I’ve written a lot of pages, most of it awful. I’ve drank a lot of wine.
I’ve entertained a lot of guests – two serious-ish boyfriends, both of whom left, and some romantic ephemera.
I’ve not cooked very much. I’ve badly misused my roommates’ Tupperware. I’ve procrastinated on laundry until the basket tips over.
And I’ve thought, over and over again, that this is not a real life, this is not how real adults live, look at everyone on Facebook with their families and bachelorette parties and wholesome hiking trips. I’m aware that there’s a phrase for this thinking, but it doesn’t help in the moment, when I wake up to my laundry glowering at me, and then – when I rise – my own face.
Because that’s the thing about this apartment: it’s covered in mirrors. A trick to make it look bigger, no doubt, but a cruel one, because there are just so many opportunities to stare yourself in your eyes. Directly when you wake; just before you leave the house; midway down the stairs, you can whirl for a final reflection.

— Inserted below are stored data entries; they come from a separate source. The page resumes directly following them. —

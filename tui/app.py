"""The leosite text UI: the app, its keys and commands, and the wiring between
the tabs and the engine.

Flow: a tab reports an edit -> the app builds the new site (only from valid
values) -> it is saved a moment later (atomically) and assessed in a worker
thread, reusing the cached sky tracks -> every tab and the status line show the
new findings.  The app reaches the tabs only through the workspace's methods
(screens/workspace.py).  Errors become messages in the app, never tracebacks, and leave
the open site as it was."""

from __future__ import annotations

import time
from dataclasses import replace
from datetime import datetime, timezone
from pathlib import Path

from textual import work
from textual.app import App, SystemCommand
from textual.binding import Binding
from textual.worker import get_current_worker

from survey.api import (
    InputError,
    palette,
    recommendations,
    site_declination,
    write_report,
)

from .demos import bundled_demo, copy_demo
from .panes.horizon_editor import HorizonEditor
from .panes.site_form import SiteForm
from .panes.spots_view import SpotsView
from .screens.dialogs import (
    AskChoice,
    AskText,
    ExportReport,
    SafetyNote,
    check_new_site_path,
    check_site_path,
    names_a_file,
    new_site_path,
    site_file_in,
)
from .screens.start import StartScreen
from .screens.workspace import Workspace
from .session import Assessor, Cancelled, Session, fleet_choice_for, slug

AUTOSAVE_S = 1.5  # a killed terminal loses at most this much typing
FORM_SETTLE_S = 0.5  # a form edit is taken once typing pauses this long
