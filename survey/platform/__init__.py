"""Moving installs: vehicles and vessels (README, "Moving installs").

``model`` reads the ``[platform]`` table, ``route`` the GPX track, ``frames``
turns true directions into the body frame, ``moving`` computes the sky tracks
for a moving observer, ``body`` gives the figures with the same definitions as
a fixed site.  The pipeline calls :func:`platform_tracks` and
:func:`assess_platform`; nothing here imports the pipeline.
"""

from .body import SECTORS, PlatformRun, assess_platform, platform_dict, route_down
from .model import CANYONS, SEA_STATES, Attitude, Canyon, Platform, Route, platform_from_site, platform_table
from .moving import platform_tracks, route_window, sky_terminal
from .route import read_route

__all__ = ["Attitude", "assess_platform", "Canyon", "CANYONS", "Platform", "platform_dict", "platform_from_site",
           "platform_table", "platform_tracks", "PlatformRun", "read_route", "Route", "route_down", "route_window",
           "SEA_STATES", "SECTORS", "sky_terminal"]
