/** Applies the mutations to the file, line-wise where they are about lines (LF-separated, binary data included). */
function mutate(bytes: Buffer, mutations: Mutation[]): Buffer {
  let out = Buffer.from(bytes);
  for (const m of mutations) {
    if (m.kind === 'flips') {
      for (const f of m.flips) if (out.length > 0) out[f.at % out.length] = f.byte;
      continue;
    }
    if (m.kind === 'truncate') {
      out = out.subarray(0, m.at % (out.length + 1));
      continue;
    }
    const lines: Buffer[] = [];
    for (let pos = 0; pos < out.length; ) {
      const nl = out.indexOf(0x0a, pos);
      const end = nl < 0 ? out.length : nl + 1;
      lines.push(out.subarray(pos, end));
      pos = end;
    }
    const k = m.line % (lines.length + 1);
    if (m.kind === 'insert') lines.splice(k, 0, Buffer.from(`${m.text}\n`, 'latin1'));
    else if (m.kind === 'delete') lines.splice(k, m.count);
    else if (k < lines.length) {
      const line = Buffer.from(lines[k]);
      const text = Buffer.from(m.text, 'latin1');
      const at = Math.min(m.column, Math.max(0, line.length - 1));
      lines[k] = Buffer.concat([line.subarray(0, at), text, line.subarray(Math.min(line.length, at + text.length))]);
    }
    out = Buffer.concat(lines);
  }
  return out;
}

describe('fuzzing the UFF dataset 58 reader with broken files', () => {
  it('refuses a file cut anywhere inside a dataset, and reads one cut between datasets to the channels before the cut', async () => {
    await fc.assert(
      fc.asyncProperty(fileSpec(60), fc.array(fc.nat(), { maxLength: 4 }), async (spec, randomCuts) => {
        const built = buildFile(spec);
        const at = new Set<number>();
        // each line start of the headers and the closing lines, a byte either side, the
        // line break before (CRLF: two bytes) and the "-" and "1" of a delimiter after it;
        // the same at a few data lines and at random bytes
        const deltas = [-2, -1, 0, 1, 5, 6];
        for (const d of built.datasets) {
          for (const mark of d.marks) for (const delta of deltas) at.add(mark + delta);
          for (const r of randomCuts.slice(0, 2)) if (d.dataLines.length > 0) for (const delta of deltas) at.add(d.dataLines[r % d.dataLines.length] + delta);
        }
        for (const r of randomCuts) at.add(r % (built.bytes.length + 1));
        for (const cut of [...at].filter((c) => c >= 0 && c <= built.bytes.length).sort((a, b) => a - b)) {
          const path = await writeCase(built.bytes.subarray(0, cut));
          const outcome = await readUff(path, 4096, false);
          checkContract(outcome, path, 'cut');
          // A dataset is whole once its closing "-1" is (its line break may be cut); it is
          // absent while only blanks of its opening line are there: 4 leading blanks.
          const cutInside = built.datasets.some((d) => cut >= d.start + 5 && cut < d.closing + 6);
          const whole = built.datasets.filter((d) => d.timeChannel && cut >= d.closing + 6).length;
          if (cutInside || whole === 0) {
            expect(outcome.kind, `cut at byte ${cut} of ${built.bytes.length}`).toBe('error');
          } else {
            expect(outcome.kind, `cut at byte ${cut} of ${built.bytes.length}: ${outcome.kind === 'error' ? outcome.error.message : ''}`).toBe('stats');
            if (outcome.kind === 'stats') {
              expect(outcome.recording.channels).toHaveLength(whole);
              outcome.values.forEach((values, c) => expect(values).toEqual(built.expected[c]));
            }
          }
        }
      }),
      fuzzParameters(4),
    );
  });

  it('refuses a file whose header counts lie (record 7 count, 58b bytes, lines, byte order, format, delimiters), naming it', async () => {
    await fc.assert(
      fc.asyncProperty(
        fileSpec(300).chain((spec) => fc.tuple(fc.constant(spec), lie(spec.channels, spec.length))),
        async ([spec, l]) => {
          const built = buildFile(spec, l);
          const path = await writeCase(built.bytes);
          const outcome = await readUff(path, 1000, false);
          checkContract(outcome, path, 'lying counts');
          const complex = l.what.kind === 'ordinateType' && (l.what.value === 5 || l.what.value === 6);
          if (!lieIsHarmless(spec, l) && !complex) expect(outcome.kind, `lie ${JSON.stringify(l.what)}`).toBe('error');
        },
      ),
      fuzzParameters(300),
    );
  });

  it('ends every mutated file (flipped bytes, lines inserted or deleted, random text in fields, cuts) in statistics or a RecordingError naming it', async () => {
    await fc.assert(
      fc.asyncProperty(fileSpec(300), fc.array(mutation, { minLength: 1, maxLength: 4 }), fc.integer({ min: 1, max: 70_000 }), async (spec, mutations, blockFrames) => {
        const built = buildFile(spec);
        const path = await writeCase(mutate(built.bytes, mutations));
        checkContract(await readUff(path, blockFrames, false), path, 'mutated');
      }),
      fuzzParameters(700),
    );
  });

  it('ends random bytes after a dataset 58 or 58b header line in statistics or a RecordingError naming the file', async () => {
    const header = fc.constantFrom(
      '    -1\n    58\n',
      '    -1\r\n    58\r\n',
      '    -1\n    58b     1     2          11          40     0     0           0           0\n',
      '    -1\n    58b     2     2          11  4294967296\n',
      '    -1\n    58b\n',
    );
    const body = fc.oneof(
      fc.uint8Array({ maxLength: 3000 }),
      // random text of the characters dataset 58 is made of
      fc.array(fc.constantFrom(' ', ' ', ' ', '\n', '\r\n', '-1', '58', '0', '1', '2', '17', 'E', 'D', '+', '-', '.', 'NONE', '    -1\n', '1.00000E-03', 'b'), { maxLength: 600 }).map((t) => Buffer.from(t.join(''), 'latin1')),
    );
    await fc.assert(
      fc.asyncProperty(header, body, fc.boolean(), async (head, rest, closed) => {
        const path = await writeCase(Buffer.concat([Buffer.from(head, 'latin1'), rest, Buffer.from(closed ? '\n    -1\n' : '', 'latin1')]));
        checkContract(await readUff(path, 65536, false), path, 'random bytes');
      }),
      fuzzParameters(300),
    );
  });
});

Who am I, this apartment asks a person continually, and who do I like, and how do I look?
And the miracle of this is that – in this weird, often-awful year – I’ve found some answers.
When they did the CT scan, I wanted to ask to see it – maybe they could point it out, maybe I could literally see my prefrontal cortex developing. Because I can feel it fusing shut, the thing that was supposed to fuse in my mid-twenties and make me a better decision-maker, a better listener. It’s happening. I’m learning. It’s taking a while, but I’m figuring it out. I know something I didn’t before – something hard to put into words – something I didn’t expect to know, before, but now I do, and now it’s time to move on and to learn the next thing.
In other words: I’ve learned to trust my gut, even when it’s exploding.
Sorry for the pun. I guess I’m more prone to stupid wordplay when I’m this grateful to be alive.